→ **Exercise goal**
Nothing but the lines below between the line holding "test_hot_spot();" and the line holding "for (int k = 0; k < n_written; k++)", inclusive, should appear in the answer, each set down exactly.

------ Information shown

/* Braking by a drag force of the eddy-current shape F(v) = 2 F0 u/(1 + u^2),
 * u = v/vc: from m v dv/dx = -F(v), the distance to slow from v0 to v is
 * x(v) = (m vc / 2 F0) [(v0 - v) + (v0^3 - v^3) / (3 vc^2)] (calculus),
 * and the deceleration is F(v)/m.  Speed and deceleration against distance. */
static void test_xy_plot(void)
{
    enum { N = 401 };
    static double x[N], v[N], a[N];
    const double m = 1000.0, v0 = 30.0, vc = 8.0, f0 = 6000.0;
    for (int k = 0; k < N; k++) {
        v[k] = v0 * (1.0 - (double)k / (N - 1));
        x[k] = m * vc / (2.0 * f0) * ((v0 - v[k]) + (v0 * v0 * v0 - v[k] * v[k] * v[k]) /
                                                        (3.0 * vc * vc));
        a[k] = model_drag(v[k], vc, f0) / m;
    }
    post_xy_opts o;
    post_xy_opts_defaults(&o);
    o.title = "synthetic stop \xe2\x80\x93 30 m/s to rest";
    o.case_name = "synthetic-stop";
    o.version = "0.1-test";
    o.x_label = "distance (m)";
    o.y1_label = "speed (m/s)";
    o.y2_label = "deceleration (m/s^2)";
    o.y1_name = "speed";
    o.y2_name = "deceleration";
    const char *path = out_path("xy_stop.png");
    eddy_error err = {0};
    eddy_status st = post_plot_xy_png(path, N, x, v, a, &o, &err);
    check(st == EDDY_OK, "xy_written", "%s", err.msg);
    image im;
    if (read_png(path, &im) == 0) {
        check(im.w == 1000 && im.h == 650, "xy_default_size", "%dx%d", im.w, im.h);
        int nblue = count_colour(&im, 0, 114, 178, 6), nverm = count_colour(&im, 213, 94, 0, 6);
        check(nblue > 600 && nverm > 600, "xy_both_curves_drawn",
              "%d speed-blue px, %d deceleration-vermillion px", nblue, nverm);
        const char *t = text_of(&im, "eddy2d:case");
        check(t != NULL && strcmp(t, "synthetic-stop") == 0, "xy_text_case", "%s",
              t ? t : "(none)");
        t = text_of(&im, "Title");
        check(t != NULL && strcmp(t, o.title) == 0, "xy_text_title_utf8", "%s", t ? t : "(none)");
        t = text_of(&im, "Software");
        check(t != NULL && strcmp(t, "eddy2d 0.1-test") == 0, "xy_text_software", "%s",
              t ? t : "(none)");
        const char *tx = text_of(&im, "eddy2d:x"), *t1 = text_of(&im, "eddy2d:y1");
        const char *t2 = text_of(&im, "eddy2d:y2");
        check(tx != NULL && t1 != NULL && t2 != NULL && strcmp(tx, "distance (m)") == 0 &&
                  strcmp(t1, "speed (m/s)") == 0 && strcmp(t2, "deceleration (m/s^2)") == 0,
              "xy_text_axes", "x %s, y1 %s, y2 %s", tx ? tx : "(none)", t1 ? t1 : "(none)",
              t2 ? t2 : "(none)");
        image_free(&im);
    } else {
        check(0, "xy_decodes", "%s", path);
    }

    /* one curve (linear drag: v = v0 - (b/m) x), stated size, no title */
    double lx[50], lv[50];
    for (int k = 0; k < 50; k++) {
        lx[k] = 60.0 * k / 49.0;
        lv[k] = v0 - 0.5 * lx[k];
    }
    post_xy_opts_defaults(&o);
    o.x_label = "distance (m)";
    o.y1_label = "speed (m/s)";
    o.width_px = 700;
    o.height_px = 450;
    path = out_path("xy_one_curve.png");
    st = post_plot_xy_png(path, 50, lx, lv, NULL, &o, &err);
    check(st == EDDY_OK, "xy_one_curve_written", "%s", err.msg);
    if (read_png(path, &im) == 0) {
        int nblue = count_colour(&im, 0, 114, 178, 6), nverm = count_colour(&im, 213, 94, 0, 6);
        /* a 1.5 px line about 700 px long: its core keeps the exact colour
         * over roughly half its length in pixels */
        check(im.w == 700 && im.h == 450 && nblue > 200 && nverm == 0, "xy_one_curve_drawn",
              "%dx%d, %d blue px, %d vermillion px", im.w, im.h, nblue, nverm);
        check(text_of(&im, "eddy2d:y2") == NULL && text_of(&im, "Title") == NULL,
              "xy_one_curve_text", "y2 or title text present");
        image_free(&im);
    } else {
        check(0, "xy_one_curve_decodes", "%s", path);
    }

    /* x need not be monotonic: a closed loop, and a constant y2 */
    double cx[73], cy[73], cz[73];
    for (int k = 0; k < 73; k++) {
        cx[k] = cos(2.0 * M_PI * k / 72.0);
        cy[k] = sin(2.0 * M_PI * k / 72.0);
        cz[k] = 4.0;
    }
    st = post_plot_xy_png(out_path("xy_loop.png"), 73, cx, cy, cz, NULL, &err);
    check(st == EDDY_OK, "xy_loop_and_constant", "%s", err.msg);

    /* bad input (a raised error keeps its first message: clear it each time) */
    double bad[3] = {0.0, NAN, 2.0}, inf[3] = {0.0, 1.0, INFINITY}, ok3[3] = {0.0, 1.0, 2.0};
    memset(&err, 0, sizeof err);
    st = post_plot_xy_png(out_path("bad.png"), 1, ok3, ok3, NULL, NULL, &err);
    check(st == EDDY_ERR_INPUT, "xy_err_one_point", "status %d: %s", st, err.msg);
    memset(&err, 0, sizeof err);
    st = post_plot_xy_png(out_path("bad.png"), 0, ok3, ok3, NULL, NULL, NULL);
    check(st == EDDY_ERR_INPUT, "xy_err_no_points", "status %d", st);
    memset(&err, 0, sizeof err);
    st = post_plot_xy_png(out_path("bad.png"), 3, bad, ok3, NULL, NULL, &err);
    check(st == EDDY_ERR_INPUT && strstr(err.msg, "x[1]") != NULL, "xy_err_nan_x", "status %d: %s",
          st, err.msg);
    memset(&err, 0, sizeof err);
    st = post_plot_xy_png(out_path("bad.png"), 3, ok3, inf, NULL, NULL, &err);
    check(st == EDDY_ERR_INPUT, "xy_err_inf_y1", "status %d: %s", st, err.msg);
    memset(&err, 0, sizeof err);
    st = post_plot_xy_png(out_path("bad.png"), 3, ok3, ok3, bad, NULL, &err);
    check(st == EDDY_ERR_INPUT && strstr(err.msg, "y2[1]") != NULL, "xy_err_nan_y2",
          "status %d: %s", st, err.msg);
    memset(&err, 0, sizeof err);
    st = post_plot_xy_png(out_path("bad.png"), 3, NULL, ok3, NULL, NULL, &err);
    check(st == EDDY_ERR_INPUT, "xy_err_null_x", "status %d", st);
    post_xy_opts_defaults(&o);
    o.width_px = 100;
    memset(&err, 0, sizeof err);
    st = post_plot_xy_png(out_path("bad.png"), 3, ok3, ok3, NULL, &o, &err);
    check(st == EDDY_ERR_INPUT, "xy_err_too_small", "status %d", st);
    memset(&err, 0, sizeof err);
    st = post_plot_xy_png("/nonexistent-dir/xy.png", 3, ok3, ok3, NULL, NULL, &err);
    check(st == EDDY_ERR_IO, "xy_err_unwritable", "status %d: %s", st, err.msg);
}

int main(void)
{
    const char *keep = getenv("EDDY_IMG_SAMPLES");
    if (keep != NULL && keep[0] != '\0') {
        snprintf(out_dir, sizeof out_dir, "%s", keep);
        mkdir(out_dir, 0755);
        keep_files = 1;
    } else {
        snprintf(out_dir, sizeof out_dir, "/tmp/eddy_post_img.XXXXXX");
        if (mkdtemp(out_dir) == NULL) {
            check(0, "temp_dir", "cannot create %s", out_dir);
            return check_summary();
        }
    }
    init_samples();
    test_colour_maps();
    test_hot_spot();
    test_antisymmetric();
    test_flux_lines();
    test_force_plots();
    test_peak_marker();
    test_errors();
    test_xy_plot();
    render_showcase();
    if (!keep_files) {
        for (int k = 0; k < n_written; k++)
            remove(written[k]);
        rmdir(out_dir);
    }
    cairo_debug_reset_static_data();
    return check_summary();
}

------------

→ **Answer box**
    test_hot_spot();
    test_antisymmetric();
    test_flux_lines();
    test_force_plots();
    test_peak_marker();
    test_errors();
    test_xy_plot();
    render_showcase();
    if (!keep_files) {
        for (int k = 0; k < n_written; k++)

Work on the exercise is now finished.